(Saved entries)
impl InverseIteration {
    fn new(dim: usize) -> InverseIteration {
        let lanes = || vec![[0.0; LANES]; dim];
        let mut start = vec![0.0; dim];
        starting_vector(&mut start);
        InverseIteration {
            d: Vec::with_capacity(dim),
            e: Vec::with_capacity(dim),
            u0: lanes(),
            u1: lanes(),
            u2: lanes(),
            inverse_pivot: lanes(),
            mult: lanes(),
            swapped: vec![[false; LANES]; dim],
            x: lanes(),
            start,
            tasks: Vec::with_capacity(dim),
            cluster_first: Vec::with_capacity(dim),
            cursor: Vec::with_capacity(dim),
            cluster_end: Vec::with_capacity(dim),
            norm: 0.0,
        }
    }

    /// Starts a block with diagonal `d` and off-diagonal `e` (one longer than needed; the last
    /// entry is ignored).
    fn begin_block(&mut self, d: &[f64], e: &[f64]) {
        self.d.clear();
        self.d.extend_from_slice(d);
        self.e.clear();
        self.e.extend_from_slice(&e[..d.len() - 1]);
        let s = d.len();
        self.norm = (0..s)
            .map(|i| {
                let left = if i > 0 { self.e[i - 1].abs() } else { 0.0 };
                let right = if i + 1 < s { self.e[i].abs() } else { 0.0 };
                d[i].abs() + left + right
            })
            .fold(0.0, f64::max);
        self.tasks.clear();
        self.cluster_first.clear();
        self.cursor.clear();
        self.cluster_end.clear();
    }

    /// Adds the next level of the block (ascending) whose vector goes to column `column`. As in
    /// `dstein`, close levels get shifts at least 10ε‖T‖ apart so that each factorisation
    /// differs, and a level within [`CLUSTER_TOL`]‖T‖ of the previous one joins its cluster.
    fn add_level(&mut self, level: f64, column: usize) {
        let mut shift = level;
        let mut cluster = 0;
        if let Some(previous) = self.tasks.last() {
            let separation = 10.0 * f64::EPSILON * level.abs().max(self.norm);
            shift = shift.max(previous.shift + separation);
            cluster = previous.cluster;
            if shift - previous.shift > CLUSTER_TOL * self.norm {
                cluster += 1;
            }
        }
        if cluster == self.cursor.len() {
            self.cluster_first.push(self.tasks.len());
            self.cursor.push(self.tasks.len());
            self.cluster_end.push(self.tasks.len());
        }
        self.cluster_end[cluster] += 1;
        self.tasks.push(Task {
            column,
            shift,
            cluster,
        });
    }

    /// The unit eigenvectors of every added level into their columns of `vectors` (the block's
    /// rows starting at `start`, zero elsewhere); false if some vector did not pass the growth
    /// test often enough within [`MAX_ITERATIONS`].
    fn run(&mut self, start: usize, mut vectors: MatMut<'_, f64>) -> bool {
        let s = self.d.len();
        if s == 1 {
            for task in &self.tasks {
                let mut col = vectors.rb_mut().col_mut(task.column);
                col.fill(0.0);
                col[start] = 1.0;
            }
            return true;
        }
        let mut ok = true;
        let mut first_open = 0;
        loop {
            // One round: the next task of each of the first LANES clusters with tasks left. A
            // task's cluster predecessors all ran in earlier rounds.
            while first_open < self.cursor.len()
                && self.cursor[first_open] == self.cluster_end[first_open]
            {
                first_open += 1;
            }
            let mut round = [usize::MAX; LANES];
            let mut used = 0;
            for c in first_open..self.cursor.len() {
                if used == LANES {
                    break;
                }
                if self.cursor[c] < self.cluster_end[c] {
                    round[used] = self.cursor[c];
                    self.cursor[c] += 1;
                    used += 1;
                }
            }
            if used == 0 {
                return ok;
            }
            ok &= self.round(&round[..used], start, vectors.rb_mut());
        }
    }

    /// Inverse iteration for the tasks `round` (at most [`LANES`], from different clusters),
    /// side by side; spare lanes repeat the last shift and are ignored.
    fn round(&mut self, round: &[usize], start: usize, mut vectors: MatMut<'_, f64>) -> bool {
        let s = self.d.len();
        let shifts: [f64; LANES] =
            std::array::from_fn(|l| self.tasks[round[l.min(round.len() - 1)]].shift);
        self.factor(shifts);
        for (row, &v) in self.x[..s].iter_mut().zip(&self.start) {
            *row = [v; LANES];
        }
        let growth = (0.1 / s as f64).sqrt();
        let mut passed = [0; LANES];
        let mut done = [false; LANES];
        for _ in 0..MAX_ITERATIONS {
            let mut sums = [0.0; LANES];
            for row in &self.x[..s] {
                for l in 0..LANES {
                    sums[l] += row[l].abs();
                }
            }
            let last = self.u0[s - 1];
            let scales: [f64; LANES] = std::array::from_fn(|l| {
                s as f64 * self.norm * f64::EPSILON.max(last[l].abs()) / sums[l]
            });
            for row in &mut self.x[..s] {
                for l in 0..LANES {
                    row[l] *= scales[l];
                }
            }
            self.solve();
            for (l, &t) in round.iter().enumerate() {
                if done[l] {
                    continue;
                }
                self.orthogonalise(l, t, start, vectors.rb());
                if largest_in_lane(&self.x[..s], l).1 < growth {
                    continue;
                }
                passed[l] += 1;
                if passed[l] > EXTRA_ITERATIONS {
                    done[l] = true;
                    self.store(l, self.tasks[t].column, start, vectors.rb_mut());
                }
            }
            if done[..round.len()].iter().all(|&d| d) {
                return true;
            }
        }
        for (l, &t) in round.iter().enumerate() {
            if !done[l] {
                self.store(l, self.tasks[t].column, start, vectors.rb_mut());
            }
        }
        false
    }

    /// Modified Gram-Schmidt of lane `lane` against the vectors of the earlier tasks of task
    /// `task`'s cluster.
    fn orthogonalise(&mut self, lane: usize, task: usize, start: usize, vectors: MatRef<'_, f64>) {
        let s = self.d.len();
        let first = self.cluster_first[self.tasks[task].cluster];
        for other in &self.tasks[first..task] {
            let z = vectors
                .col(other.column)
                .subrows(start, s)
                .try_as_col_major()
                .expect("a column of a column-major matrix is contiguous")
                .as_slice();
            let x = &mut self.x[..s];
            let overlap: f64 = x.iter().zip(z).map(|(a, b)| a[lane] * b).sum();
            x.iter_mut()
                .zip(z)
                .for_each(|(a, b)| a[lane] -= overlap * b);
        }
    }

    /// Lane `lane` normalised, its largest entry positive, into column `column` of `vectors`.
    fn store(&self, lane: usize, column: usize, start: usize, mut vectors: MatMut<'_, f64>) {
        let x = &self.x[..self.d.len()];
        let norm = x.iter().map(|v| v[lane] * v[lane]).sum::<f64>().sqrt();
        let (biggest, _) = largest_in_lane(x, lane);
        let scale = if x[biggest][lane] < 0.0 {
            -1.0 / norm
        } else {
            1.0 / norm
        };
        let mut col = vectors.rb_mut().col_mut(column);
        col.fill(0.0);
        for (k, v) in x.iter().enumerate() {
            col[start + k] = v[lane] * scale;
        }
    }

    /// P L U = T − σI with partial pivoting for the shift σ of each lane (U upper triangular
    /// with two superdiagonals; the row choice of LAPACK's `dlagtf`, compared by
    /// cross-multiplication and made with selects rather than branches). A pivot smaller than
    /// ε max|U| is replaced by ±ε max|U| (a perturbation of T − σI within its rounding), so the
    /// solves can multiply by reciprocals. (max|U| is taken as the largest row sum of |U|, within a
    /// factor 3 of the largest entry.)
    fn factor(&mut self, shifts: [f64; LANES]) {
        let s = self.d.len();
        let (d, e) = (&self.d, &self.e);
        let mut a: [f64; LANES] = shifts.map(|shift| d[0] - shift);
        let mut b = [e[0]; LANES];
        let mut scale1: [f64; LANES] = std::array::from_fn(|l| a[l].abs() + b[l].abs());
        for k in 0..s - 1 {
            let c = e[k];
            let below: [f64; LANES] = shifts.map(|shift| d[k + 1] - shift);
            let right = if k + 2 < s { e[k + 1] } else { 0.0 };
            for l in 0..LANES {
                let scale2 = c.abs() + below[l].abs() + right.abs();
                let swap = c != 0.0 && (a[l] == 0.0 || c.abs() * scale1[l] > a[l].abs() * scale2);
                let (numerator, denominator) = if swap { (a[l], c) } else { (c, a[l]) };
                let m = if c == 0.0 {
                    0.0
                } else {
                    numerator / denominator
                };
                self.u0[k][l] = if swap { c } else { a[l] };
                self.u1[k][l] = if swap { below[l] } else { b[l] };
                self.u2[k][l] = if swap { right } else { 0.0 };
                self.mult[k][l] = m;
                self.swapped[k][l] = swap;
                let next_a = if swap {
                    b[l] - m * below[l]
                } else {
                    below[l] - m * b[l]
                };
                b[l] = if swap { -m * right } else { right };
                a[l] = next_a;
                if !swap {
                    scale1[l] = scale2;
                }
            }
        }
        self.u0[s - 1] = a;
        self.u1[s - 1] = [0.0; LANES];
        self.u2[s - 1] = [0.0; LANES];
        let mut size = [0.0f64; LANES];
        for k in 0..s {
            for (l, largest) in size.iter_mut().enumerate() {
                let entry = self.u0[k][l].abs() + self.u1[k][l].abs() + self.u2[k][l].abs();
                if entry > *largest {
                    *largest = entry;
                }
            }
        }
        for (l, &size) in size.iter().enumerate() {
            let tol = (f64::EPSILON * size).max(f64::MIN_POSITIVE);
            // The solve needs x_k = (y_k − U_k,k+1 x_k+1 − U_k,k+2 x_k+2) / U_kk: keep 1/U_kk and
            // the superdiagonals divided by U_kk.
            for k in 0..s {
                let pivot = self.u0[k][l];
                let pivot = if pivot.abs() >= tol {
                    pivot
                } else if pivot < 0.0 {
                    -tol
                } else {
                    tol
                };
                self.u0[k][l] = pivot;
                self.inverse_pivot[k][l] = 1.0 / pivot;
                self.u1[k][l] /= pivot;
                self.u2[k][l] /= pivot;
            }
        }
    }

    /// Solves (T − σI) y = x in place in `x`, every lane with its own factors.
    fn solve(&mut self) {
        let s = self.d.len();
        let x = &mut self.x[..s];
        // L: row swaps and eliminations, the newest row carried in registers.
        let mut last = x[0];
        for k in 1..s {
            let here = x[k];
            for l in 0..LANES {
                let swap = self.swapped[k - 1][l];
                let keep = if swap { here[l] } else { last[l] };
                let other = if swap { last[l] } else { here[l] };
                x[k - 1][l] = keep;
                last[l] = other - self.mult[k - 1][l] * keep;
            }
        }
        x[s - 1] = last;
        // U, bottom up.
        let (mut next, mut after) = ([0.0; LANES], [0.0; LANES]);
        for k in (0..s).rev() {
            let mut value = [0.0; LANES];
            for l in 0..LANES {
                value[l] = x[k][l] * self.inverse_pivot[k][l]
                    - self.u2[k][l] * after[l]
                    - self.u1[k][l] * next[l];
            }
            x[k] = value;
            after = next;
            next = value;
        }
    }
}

Activity
There is a run of lines above from the one with "if entry > *largest" to the one with "for k in 1..s"; print exactly that run, both ends included, and nothing else.

Problem solution
                if entry > *largest {
                    *largest = entry;
                }
            }
        }
        for (l, &size) in size.iter().enumerate() {
            let tol = (f64::EPSILON * size).max(f64::MIN_POSITIVE);
            // The solve needs x_k = (y_k − U_k,k+1 x_k+1 − U_k,k+2 x_k+2) / U_kk: keep 1/U_kk and
            // the superdiagonals divided by U_kk.
            for k in 0..s {
                let pivot = self.u0[k][l];
                let pivot = if pivot.abs() >= tol {
                    pivot
                } else if pivot < 0.0 {
                    -tol
                } else {
                    tol
                };
                self.u0[k][l] = pivot;
                self.inverse_pivot[k][l] = 1.0 / pivot;
                self.u1[k][l] /= pivot;
                self.u2[k][l] /= pivot;
            }
        }
    }

    /// Solves (T − σI) y = x in place in `x`, every lane with its own factors.
    fn solve(&mut self) {
        let s = self.d.len();
        let x = &mut self.x[..s];
        // L: row swaps and eliminations, the newest row carried in registers.
        let mut last = x[0];
        for k in 1..s {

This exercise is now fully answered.